Балакирев тонко улыбнулся:
– Из всякого правила бывают исключения, барон.
Отошел к столику, положил себе на тарелочку ветчины, сухого сыра.
В это время к Унгерну приблизился генерал гаминов и сказал:
– Барон, у меня к вам личная просьба: в Кяхте, в лагере для интернированных наших войск, ваш эмиссар по имени Мунго похитил приятельницу моего сына.
Унгерн пожал плечами:
– Генерал, вы имеете в виду красных монголов или красных русских?
– Я имел в виду красных русских, только там есть наши интернированные части.
– Генерал, вы ошибаетесь. Я не посылал к красным русским своих эмиссаров. Мой эмиссар Мунго был только у красных монголов. Опять-таки тактика, тактика и еще раз тактика.
Лицо генерала стало непроницаемым, и он сказал:
– Барон, расследование, проведенное моими людьми, исключает ошибку.
– В таком случае я обещаю вам сразу по прибытии немедленно заняться этим вопросом. Для меня это такая же неожиданность, как и для вас.
Поздняя ночь. К Урге подъезжает Мунго. Крадется по улицам, минуя заставы.
Подъезжает к дому Сомова. Тихонько стучит кнутовищем в окно. В окне – испуганное лицо Вари.
– Сомов дома? – спрашивает Мунго.
Варя скрывается. Через мгновение распахивается дверь. На пороге стоит Сомов. Он улыбается, говорит Мунго:
– Заходи.
Та же ночь. Кабинет Унгерна. Сейчас здесь Унгерн и Ванданов. Унгерн оживленно снимает с себя дорожный френч, надевает просторную рубаху и говорит Ванданову:
– Ну что ж, вроде бы все хорошо, все хорошо.

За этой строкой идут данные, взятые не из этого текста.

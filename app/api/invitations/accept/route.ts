import { json, parseJson, route } from '@/lib/http';
import { acceptInvitationSchema } from '@/lib/schemas/team';
import { acceptInvitation } from '@/lib/team';

/** `{ token, password, confirm? }` from the invitation page; needs no sign-in, only the token. */
export const POST = route(async (request) => {
  const { token, password } = await parseJson(request, acceptInvitationSchema);
  return json(await acceptInvitation(token, password));
});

Все готовы, вот-вот выступим. Теперь так: что-то непонятно с этим вашим народным героем, кретином с перьями.
– Мунго, что ли? – говорит Ванданов.
– Да, с ним. Понимаешь, он был у красных. А если он был у красных, если его столько времени нет обратно, то я от этого ничего хорошего не жду. Посему…
Унгерн задумался, закурил трубочку, хмыкнул:
– Помнишь, я тебе говорил про кроссворды? Так вот, представь себе, что дней эдак через пять, в ночь перед наступлением на Россию, глашатаи всей Монголии сообщают народу, что от руки Сухэ Батора пал народный герой Хатан Батор Максаржав.
– Это как?
– Хитер, хитер, а дурак. Где же азиатская сердцевина твоя? У русского ум, у азиата – коварство. Ну, думай, думай, тренируй извилины… Не понял?

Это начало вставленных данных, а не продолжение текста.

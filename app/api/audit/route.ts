import { requireActor } from '@/lib/auth/guard.server';
import { listAuditEvents } from '@/lib/audit/log.server';
import { json, parseQuery, route } from '@/lib/http/route.server';
import { auditQuerySchema } from '@/lib/audit/schema';

/** `?action=&actorId=&subjectType=&from=YYYY-MM-DD&to=YYYY-MM-DD&page=` → newest first, 50 a page. */
export const GET = route(async (request) => {
  const actor = await requireActor('audit:view');
  const query = parseQuery(request, auditQuerySchema);
  return json(await listAuditEvents(actor, query));
});
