def check_row_arithmetic(result, thresholds: QaqcThresholds) -> list[Finding]:
    """Error: a stratum row's stored numbers do not reproduce its emission.

    Recomputed on every estimate row, vectorised: ``emission_t = area_basis_ha x factor_value x
    conversion`` (fires: ``area_ha x parameter_value x factor_value x conversion``); outside fires,
    ``conversion`` is the unit's t of gas per (ha x unit) (:func:`compiler.units.tonnes_of_gas_per_unit`)
    and ``area_basis_ha`` is what the pathway's equation gives with a factor of one
    (:meth:`compiler.row_model.RowModel.area_basis`: the area, times (1 - Frac_ditch) for ch4_soil and
    Frac_ditch for ch4_ditch, Eq. 2.6); and ``co2eq_t = emission_t x GWP``.
    """
    est = _estimates(result)
    if est.empty:
        return []
    rel = thresholds.sums_relative_tolerance
    convention = result.settings.mass_ratios
    fire = est["pathway"].str.startswith("fire_").to_numpy()
    area = est["area_ha"].to_numpy(dtype=float)
    param = est["parameter_value"].to_numpy(dtype=float)
    value = est["factor_value"].to_numpy(dtype=float)
    conversion = est["conversion"].to_numpy(dtype=float)
    # The area the factor rests on, from the pathway's own equation (compiler.row_model).
    basis = by_pathway(est["pathway"].to_numpy(), lambda model, rows: model.area_basis(area[rows],
                                                                                     np.nan_to_num(param[rows])))
    # Off-site CO2 of extracted peat: tonnes of air-dry peat (parameter) x carbon fraction x C -> CO2.
    offsite = est["pathway"].to_numpy() == OFFSITE_PATHWAY
    expected_emission = np.where(fire | offsite, np.where(offsite, 1.0, area) * param * value * conversion,
                                 est["area_basis_ha"].to_numpy(dtype=float) * value * conversion)
    units = est["factor_unit"]
    per_unit = {}
    for unit in pd.unique(units[~fire]):  # distinct units: a handful
        try:
            per_unit[unit] = tonnes_of_gas_per_unit(unit, convention)[1]
        except ValueError:
            per_unit[unit] = np.nan
    unit_conversion = np.where(fire, conversion, units.map(per_unit).to_numpy(dtype=float))
    unit_conversion = np.where(offsite, basis_ratio("CO2-C", "CO2", convention), unit_conversion)
    gwp = est["gas"].map(result.gwp).to_numpy(dtype=float)
    expected_co2eq = est["emission_t"].to_numpy(dtype=float) * gwp
    problems = {
        "emission_t": _off(est["emission_t"], expected_emission, rel),
        "conversion": _off(conversion, unit_conversion, rel),
        "area_basis_ha": ~fire & _off(est["area_basis_ha"], basis, rel),
        "co2eq_t": ~np.isnan(gwp) & _off(est["co2eq_t"], expected_co2eq, rel),
    }
    expected = {"emission_t": expected_emission, "conversion": unit_conversion, "area_basis_ha": basis,
                "co2eq_t": expected_co2eq}
    message = "stored numbers do not reproduce the row's emission"
    out = []
    for column, bad in problems.items():  # four recomputations
        if not bad.any():
            continue
        rows = est[bad].assign(recomputed=expected[column][bad])
        out += _capped("row_arithmetic", "error", f"{column}: {message}", rows, lambda r, c=column: Finding(
            "error", "row_arithmetic",
            f"{r.pathway} {r.year} {r.region} {_describe(r._asdict())}: {c} is not what area, factor and unit give",
            **_where(result, r.input_file), row=_row_number(r.input_row), column=c,
            found=f"{getattr(r, c):.9g}", expected=f"{r.recomputed:.9g}"))
    return out


# --- 5 and 7: overrides ---------------------------------------------------------------------------


def _override_ids(result) -> pd.DataFrame:
    fu = result.factors_used
    return fu[fu["factor_set"] == "override"].set_index("factor_id")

Ванданов отрицательно покачал головой. Унгерн остановился перед ним и сказал:
– Так вот что. Сейчас я еду к императору. Ты готовь коней. Завтра утром, самое позднее – ночью, поедешь с новым главкомом Северной армией Хатан Батором к передовым красным позициям.
– Так он же еще пока…
– Будет главкомом, а ты – его заместителем. Пришлю тебе записочку: «Убирайся дома, пора ждать гостей». Это сигнал. Записку сожжешь. Максаржава хлопнешь, забьешь тревогу – мол, красные здесь были, от Сухэ Батора.
– Понял я, – сказал Ванданов, – понял.
– Ну и слава богу.
– Ух и хитер ты, барон. А меня следом за Хатан Батором не отправишь?

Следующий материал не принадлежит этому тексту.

def _columnar_frame(data: bytes, delimiter: str) -> pd.DataFrame | None:
    """The frame :func:`_frame_from_rows` makes of ``csv.reader``'s rows, parsed by pyarrow's CSV reader
    with ``str`` columns; None when this file needs the row-by-row reader.

    Called with UTF-8 text already checked by :func:`_decode`. Taken only where the two readers agree
    cell for cell: no quote character in the file (so no quoted field, no delimiter or line break
    inside a cell, none of ``csv.reader``'s strict-mode errors), no NUL byte, the same number of cells
    in every row (pyarrow refuses a row with more or fewer, and the row-by-row reader pads short rows
    and names a long one), a header whose names are all given, distinct and not ``_row``, no cell
    above ``csv.field_size_limit()`` characters, and at least one data row after the blank rows at
    the end are dropped. Both split lines at ``\n``, ``\r`` and ``\r\n`` only, and an empty line is
    a row of blank cells in both. Without pyarrow installed every file takes the row-by-row reader.
    """
    if b'"' in data or b"\x00" in data:
        return None
    try:
        import pyarrow as pa
        import pyarrow.compute as pc
        import pyarrow.csv as pa_csv
    except ImportError:
        return None
    bom = len(UTF8_BOM) if data.startswith(UTF8_BOM) else 0
    end = data.find(b"\n")
    head = data[bom:end if end >= 0 else len(data)].split(b"\r")[0]
    width = head.count(delimiter.encode("ascii")) + 1
    if width > MAX_COLUMNS:
        return None
    names = [f"c{i}" for i in range(width)]
    try:
        table = pa_csv.read_csv(
            pa.py_buffer(data)[bom:],
            read_options=pa_csv.ReadOptions(column_names=names, block_size=16 * MIB),
            parse_options=pa_csv.ParseOptions(delimiter=delimiter, quote_char=False, double_quote=False,
                                              escape_char=False, newlines_in_values=False,
                                              ignore_empty_lines=False),
            convert_options=pa_csv.ConvertOptions(column_types={n: pa.string() for n in names}, null_values=[],
                                                  strings_can_be_null=False, quoted_strings_can_be_null=False))
    except (pa.ArrowException, ValueError, OSError):  # rows of different widths, among others: the row-by-row
        return None                                     # reader then says what is wrong, as it always did
    if table.num_rows < 2:
        return None
    limit = csv.field_size_limit()
    if any((pc.max(pc.utf8_length(column)).as_py() or 0) > limit for column in table.columns):
        return None
    header = [table.column(i)[0].as_py() for i in range(width)]
    if not header[-1].strip() or any(not h.strip() for h in header) or len(set(header)) < width:
        return None
    if ROW in (h.strip().lower() for h in header):
        return None
    rows = table.num_rows
    while rows > 1 and not any(table.column(i)[rows - 1].as_py().strip() for i in range(width)):
        rows -= 1  # blank rows at the end, as _frame_from_rows drops them
    if rows < 2:
        return None
    body = table.slice(1, rows - 1)
    frame = pd.DataFrame({n: body.column(n).to_pandas() for n in names})
    frame.columns = pd.Index(header)
    frame[ROW] = range(2, rows + 1)
    return frame


def _cell_text(value) -> str:
    if value is None:
        return ""
    if isinstance(value, bool):
        return str(value).upper()
    if isinstance(value, float):
        if value.is_integer():
            return str(int(value))
        return repr(value)
    if hasattr(value, "isoformat"):
        return value.isoformat()
    return str(value)


def _row_texts(values) -> list[str]:
    """Cell texts of one sheet row without its trailing empty cells (a far-right cell pads the row)."""
    end = len(values)
    while end and values[end - 1] is None:
        end -= 1
    return [_cell_text(v) for v in values[:end]]


def _looks_like_text(head: bytes) -> bool:
    head = head[len(UTF8_BOM):] if head.startswith(UTF8_BOM) else head
    try:
        text = head.decode("utf-8")
    except UnicodeDecodeError as exc:
        if exc.start < len(head) - 4:  # not merely a character cut at the end of the sample
            return False
        text = head[:exc.start].decode("utf-8")
    return bool(text.strip()) and all(c.isprintable() or c in "\t\r\n" for c in text)


def _ole_kind(path: Path) -> str:
    """'encrypted' for a password-protected Office file, else 'xls' (an Excel 97-2003 workbook)."""
    with path.open("rb") as handle:
        data = handle.read(4 * MIB)  # the directory of a small container; the stream names are in UTF-16
    return "encrypted" if "EncryptedPackage".encode("utf-16-le") in data else "xls"


def _has_dtd(archive: zipfile.ZipFile, info: zipfile.ZipInfo) -> bool:
    keep = max(len(m) for m in _DTD_MARKS)
    tail = b""
    with archive.open(info) as part:
        while chunk := part.read(MIB):
            window = (tail + chunk).lower()
            if any(m in window for m in _DTD_MARKS):
                return True
            tail = window[-keep:]
    return False


def _parsed_as_xml(archive: zipfile.ZipFile, info: zipfile.ZipInfo) -> bool:
    """Whether a part could be read as XML: by its name, or by its first bytes, whatever its name.

    A workbook's relationships can point a reader at a part of any name, so a name ending in .bin or
    nothing is no guarantee. An XML document starts, after a byte-order mark and white space, with
    ``<`` (in UTF-8 or UTF-16 either byte order); images and binary parts do not.
    """
    if info.filename.lower().endswith(XML_PART_SUFFIXES):
        return True
    with archive.open(info) as part:
        head = part.read(256)
    for bom in (UTF8_BOM, b"\xff\xfe", b"\xfe\xff"):
        if head.startswith(bom):
            head = head[len(bom):]
            break
    return head.lstrip(b" \t\r\n\x00").startswith(b"<")


def _check_archive(archive: zipfile.ZipFile, fname: str, max_mb: float) -> None:
    infos = archive.infolist()
    unpacked = sum(i.file_size for i in infos)
    if unpacked > max_mb * MIB:
        raise _error(f"the workbook unpacks to {unpacked / MIB:.1f} MiB, above the limit of {max_mb:g} MiB "
                     "(settings [limits] max_input_mb); it was not read", fname)
    if any(i.flag_bits & 0x1 for i in infos):
        raise _error("the workbook's parts are encrypted", fname, expected="an .xlsx workbook saved without a password")
    for info in infos:
        if _parsed_as_xml(archive, info) and _has_dtd(archive, info):
            raise _error(f"the workbook part {printable(info.filename)} declares a DOCTYPE or XML entities; "
                         "refused unread (spreadsheet programs never write one; entity expansion can exhaust memory)",
                         fname,
                         expected="an .xlsx workbook saved by a spreadsheet program")


def _read_xlsx(path: Path, sheet: str, max_mb: float = 512) -> tuple[pd.DataFrame, str, list[Finding]]:
    fname = str(path)
    with path.open("rb") as handle:
        head = handle.read(SNIFF_BYTES)
    if head[:8] == OLE_MAGIC:
        if _ole_kind(path) == "encrypted":
            raise _error("the workbook is password-protected (encrypted); it cannot be read", fname,
                         expected="the workbook saved again without a password (File > Info > Protect Workbook > "
                                  "Encrypt with Password: clear the password)")
        raise _error("this is an Excel 97-2003 workbook (.xls) with an .xlsx name", fname,
                     expected="the workbook saved as 'Excel Workbook (.xlsx)'")
    if not zipfile.is_zipfile(path):
        if _looks_like_text(head):
            raise _error("not a readable XLSX workbook: this is a text (CSV) file with an .xlsx name", fname,
                         expected="the file renamed .csv, or the data saved from a spreadsheet as .xlsx")
        raise _error("not a readable XLSX workbook (it is not a zip archive)", fname,
                     expected="an .xlsx workbook saved without a password")
    try:
        with zipfile.ZipFile(path) as archive:
            _check_archive(archive, fname, max_mb)
            return _read_book(path, archive, sheet)
    except InputError:
        raise
    except Exception as exc:  # openpyxl and zipfile raise many types for a broken archive
        raise _error(f"not a readable XLSX workbook ({type(exc).__name__}: {printable(str(exc)[:120])})", fname,
                     expected="an .xlsx workbook saved without a password") from None


def _read_book(path: Path, archive: zipfile.ZipFile, sheet: str) -> tuple[pd.DataFrame, str, list[Finding]]:
    import openpyxl  # after _check_archive: no DTD reaches the XML parser, whatever openpyxl's configuration

    fname = str(path)
    book = openpyxl.load_workbook(path, read_only=True, data_only=True)
    notes: list[Finding] = []
    try:
        names = book.sheetnames
        shown = {n: printable(n) for n in names}
        tables = [n for n in names if hasattr(book[n], "iter_rows")]  # chart sheets hold no cells
        if sheet:
            if sheet not in names:
                raise _error("sheet not found", fname, sheet=printable(sheet), found=sheet,
                             expected=" | ".join(shown[n] for n in tables))
            if sheet not in tables:
                raise _error("this sheet is a chart, not a table", fname, sheet=shown[sheet],
                             expected=" | ".join(shown[n] for n in tables))
            chosen = sheet
            if book[sheet].sheet_state != "visible":
                notes.append(Finding("info", "read", f"sheet {shown[sheet]!r} is hidden; read because the settings "
                                     "name it", file=fname, sheet=shown[sheet]))
        else:
            visible = [n for n in tables if book[n].sheet_state == "visible"]
            if not visible:
                raise _error("the workbook has no visible sheet with cells", fname,
                             expected="a visible sheet, or name one with activity_sheet")
            chosen = visible[0]
            if len(names) > 1:
                hidden = [n for n in names if book[n].sheet_state != "visible"]
                notes.append(Finding("info", "read", f"read sheet {shown[chosen]!r}, the first visible one; other "
                                     f"sheets ignored ({', '.join(shown[n] for n in names if n != chosen)})"
                                     + (f"; hidden: {', '.join(shown[n] for n in hidden)}" if hidden else "")
                                     + "; name one with activity_sheet", file=fname, sheet=shown[chosen]))
        ws = book[chosen]
        xml = archive.read(ws._worksheet_path.lstrip("/"))
        ws.reset_dimensions()  # a declared dimension of A1:XFD1048576 would pad every row and column
        rows = [_row_texts(row) for row in ws.iter_rows(values_only=True)]
        blank_formulas = _blank_formulas(path, chosen, rows) if _FORMULA_TAG.search(xml) else []
    finally:
        book.close()
    frame = _frame_from_rows(rows, fname, shown[chosen])
    header = [c for c in frame.columns if c != ROW]
    problems = []
    for ref in _MERGE_REF.findall(xml)[:MAX_LISTED]:
        ref = ref.decode("ascii")
        col, row = _position(ref.split(":")[0])
        problems.append(Finding("error", "read", f"merged cells {ref}: only the first cell of a merged range holds "
                                "the value, the others read as blank", file=fname, sheet=shown[chosen], row=row,
                                column=printable(header[col]) if col < len(header) else ref.split(":")[0],
                                expected="no merged cells: unmerge them and fill every cell"))
    for row, col, ref in blank_formulas[:MAX_LISTED]:
        problems.append(Finding("error", "read", f"cell {ref} holds a formula without a saved value (the file was "
                                "written by a program that does not calculate)", file=fname, sheet=shown[chosen],
                                row=row,
                                column=printable(header[col]) if col < len(header) else ref,
                                expected="values: open and save the workbook in a spreadsheet program, or paste the "
                                         "cells as values"))
    if len(blank_formulas) > MAX_LISTED:
        problems.append(Finding("error", "read", f"{len(blank_formulas) - MAX_LISTED} more formulas without a saved "
                                "value not listed", file=fname, sheet=shown[chosen]))
    if problems:
        raise InputError(problems)
    return frame, shown[chosen], notes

– Запомни: только тех помощников убирают с пути, которые умны, во-первых, и пользуются любовью народа, во-вторых.
Унгерн снова улыбнулся непонятно:
– Не обижайся, ты у меня умен, умен, а вот с народной любовью туго – сатрапов-то не любят. Ничего, ничего, погоди, придет время, с тебя для Софийского храма икону прикажу написать. Ну, давай с Богом, собирайся.
КВАРТИРА СОМОВА. Мунго сидит в гостиной, а в маленькой комнатке Сомов сжигает на огне керосиновой лампы шелковку, прячет в карман часы – те, что вернул ему Мунго.
– Варя, – говорит он, – сегодня ночью уходит караван в Харбин. Вы сейчас уедете туда. Здесь вам оставаться больше нельзя ни часу.
Варя отрицательно качает головой. Сомов говорит ей:
– Вам не хочется ехать в Харбин?
Варя снова отрицательно качает головой.
– Вам хочется ехать в Москву?
Варя качает головой.
– В Париж?
– Нет.
– Полноте, – говорит Сомов Вареньке. – Полноте.
Он достает из кармана деньги, оставляет себе немного, остальную пачку протягивает женщине:
– Этого вам хватит для начала. А если защемит и станет очень плохо, в Париже найдете наших торговых представителей и скажете им, что муж ваш Сомов, что он сейчас в Москве и что вы просите дать вам возможность увидеть его. И вам эту возможность дадут. Во всяком случае, если я доберусь до наших.
– А если не доберетесь?
– Вы знаете, я почему-то очень верю, что нужно требовательно, настойчиво в самом себе сохранять, как в Бога, верование в дело. И я считаю, что дело – мы, знаете, затаскали это слово, – дело, это обязательно удача.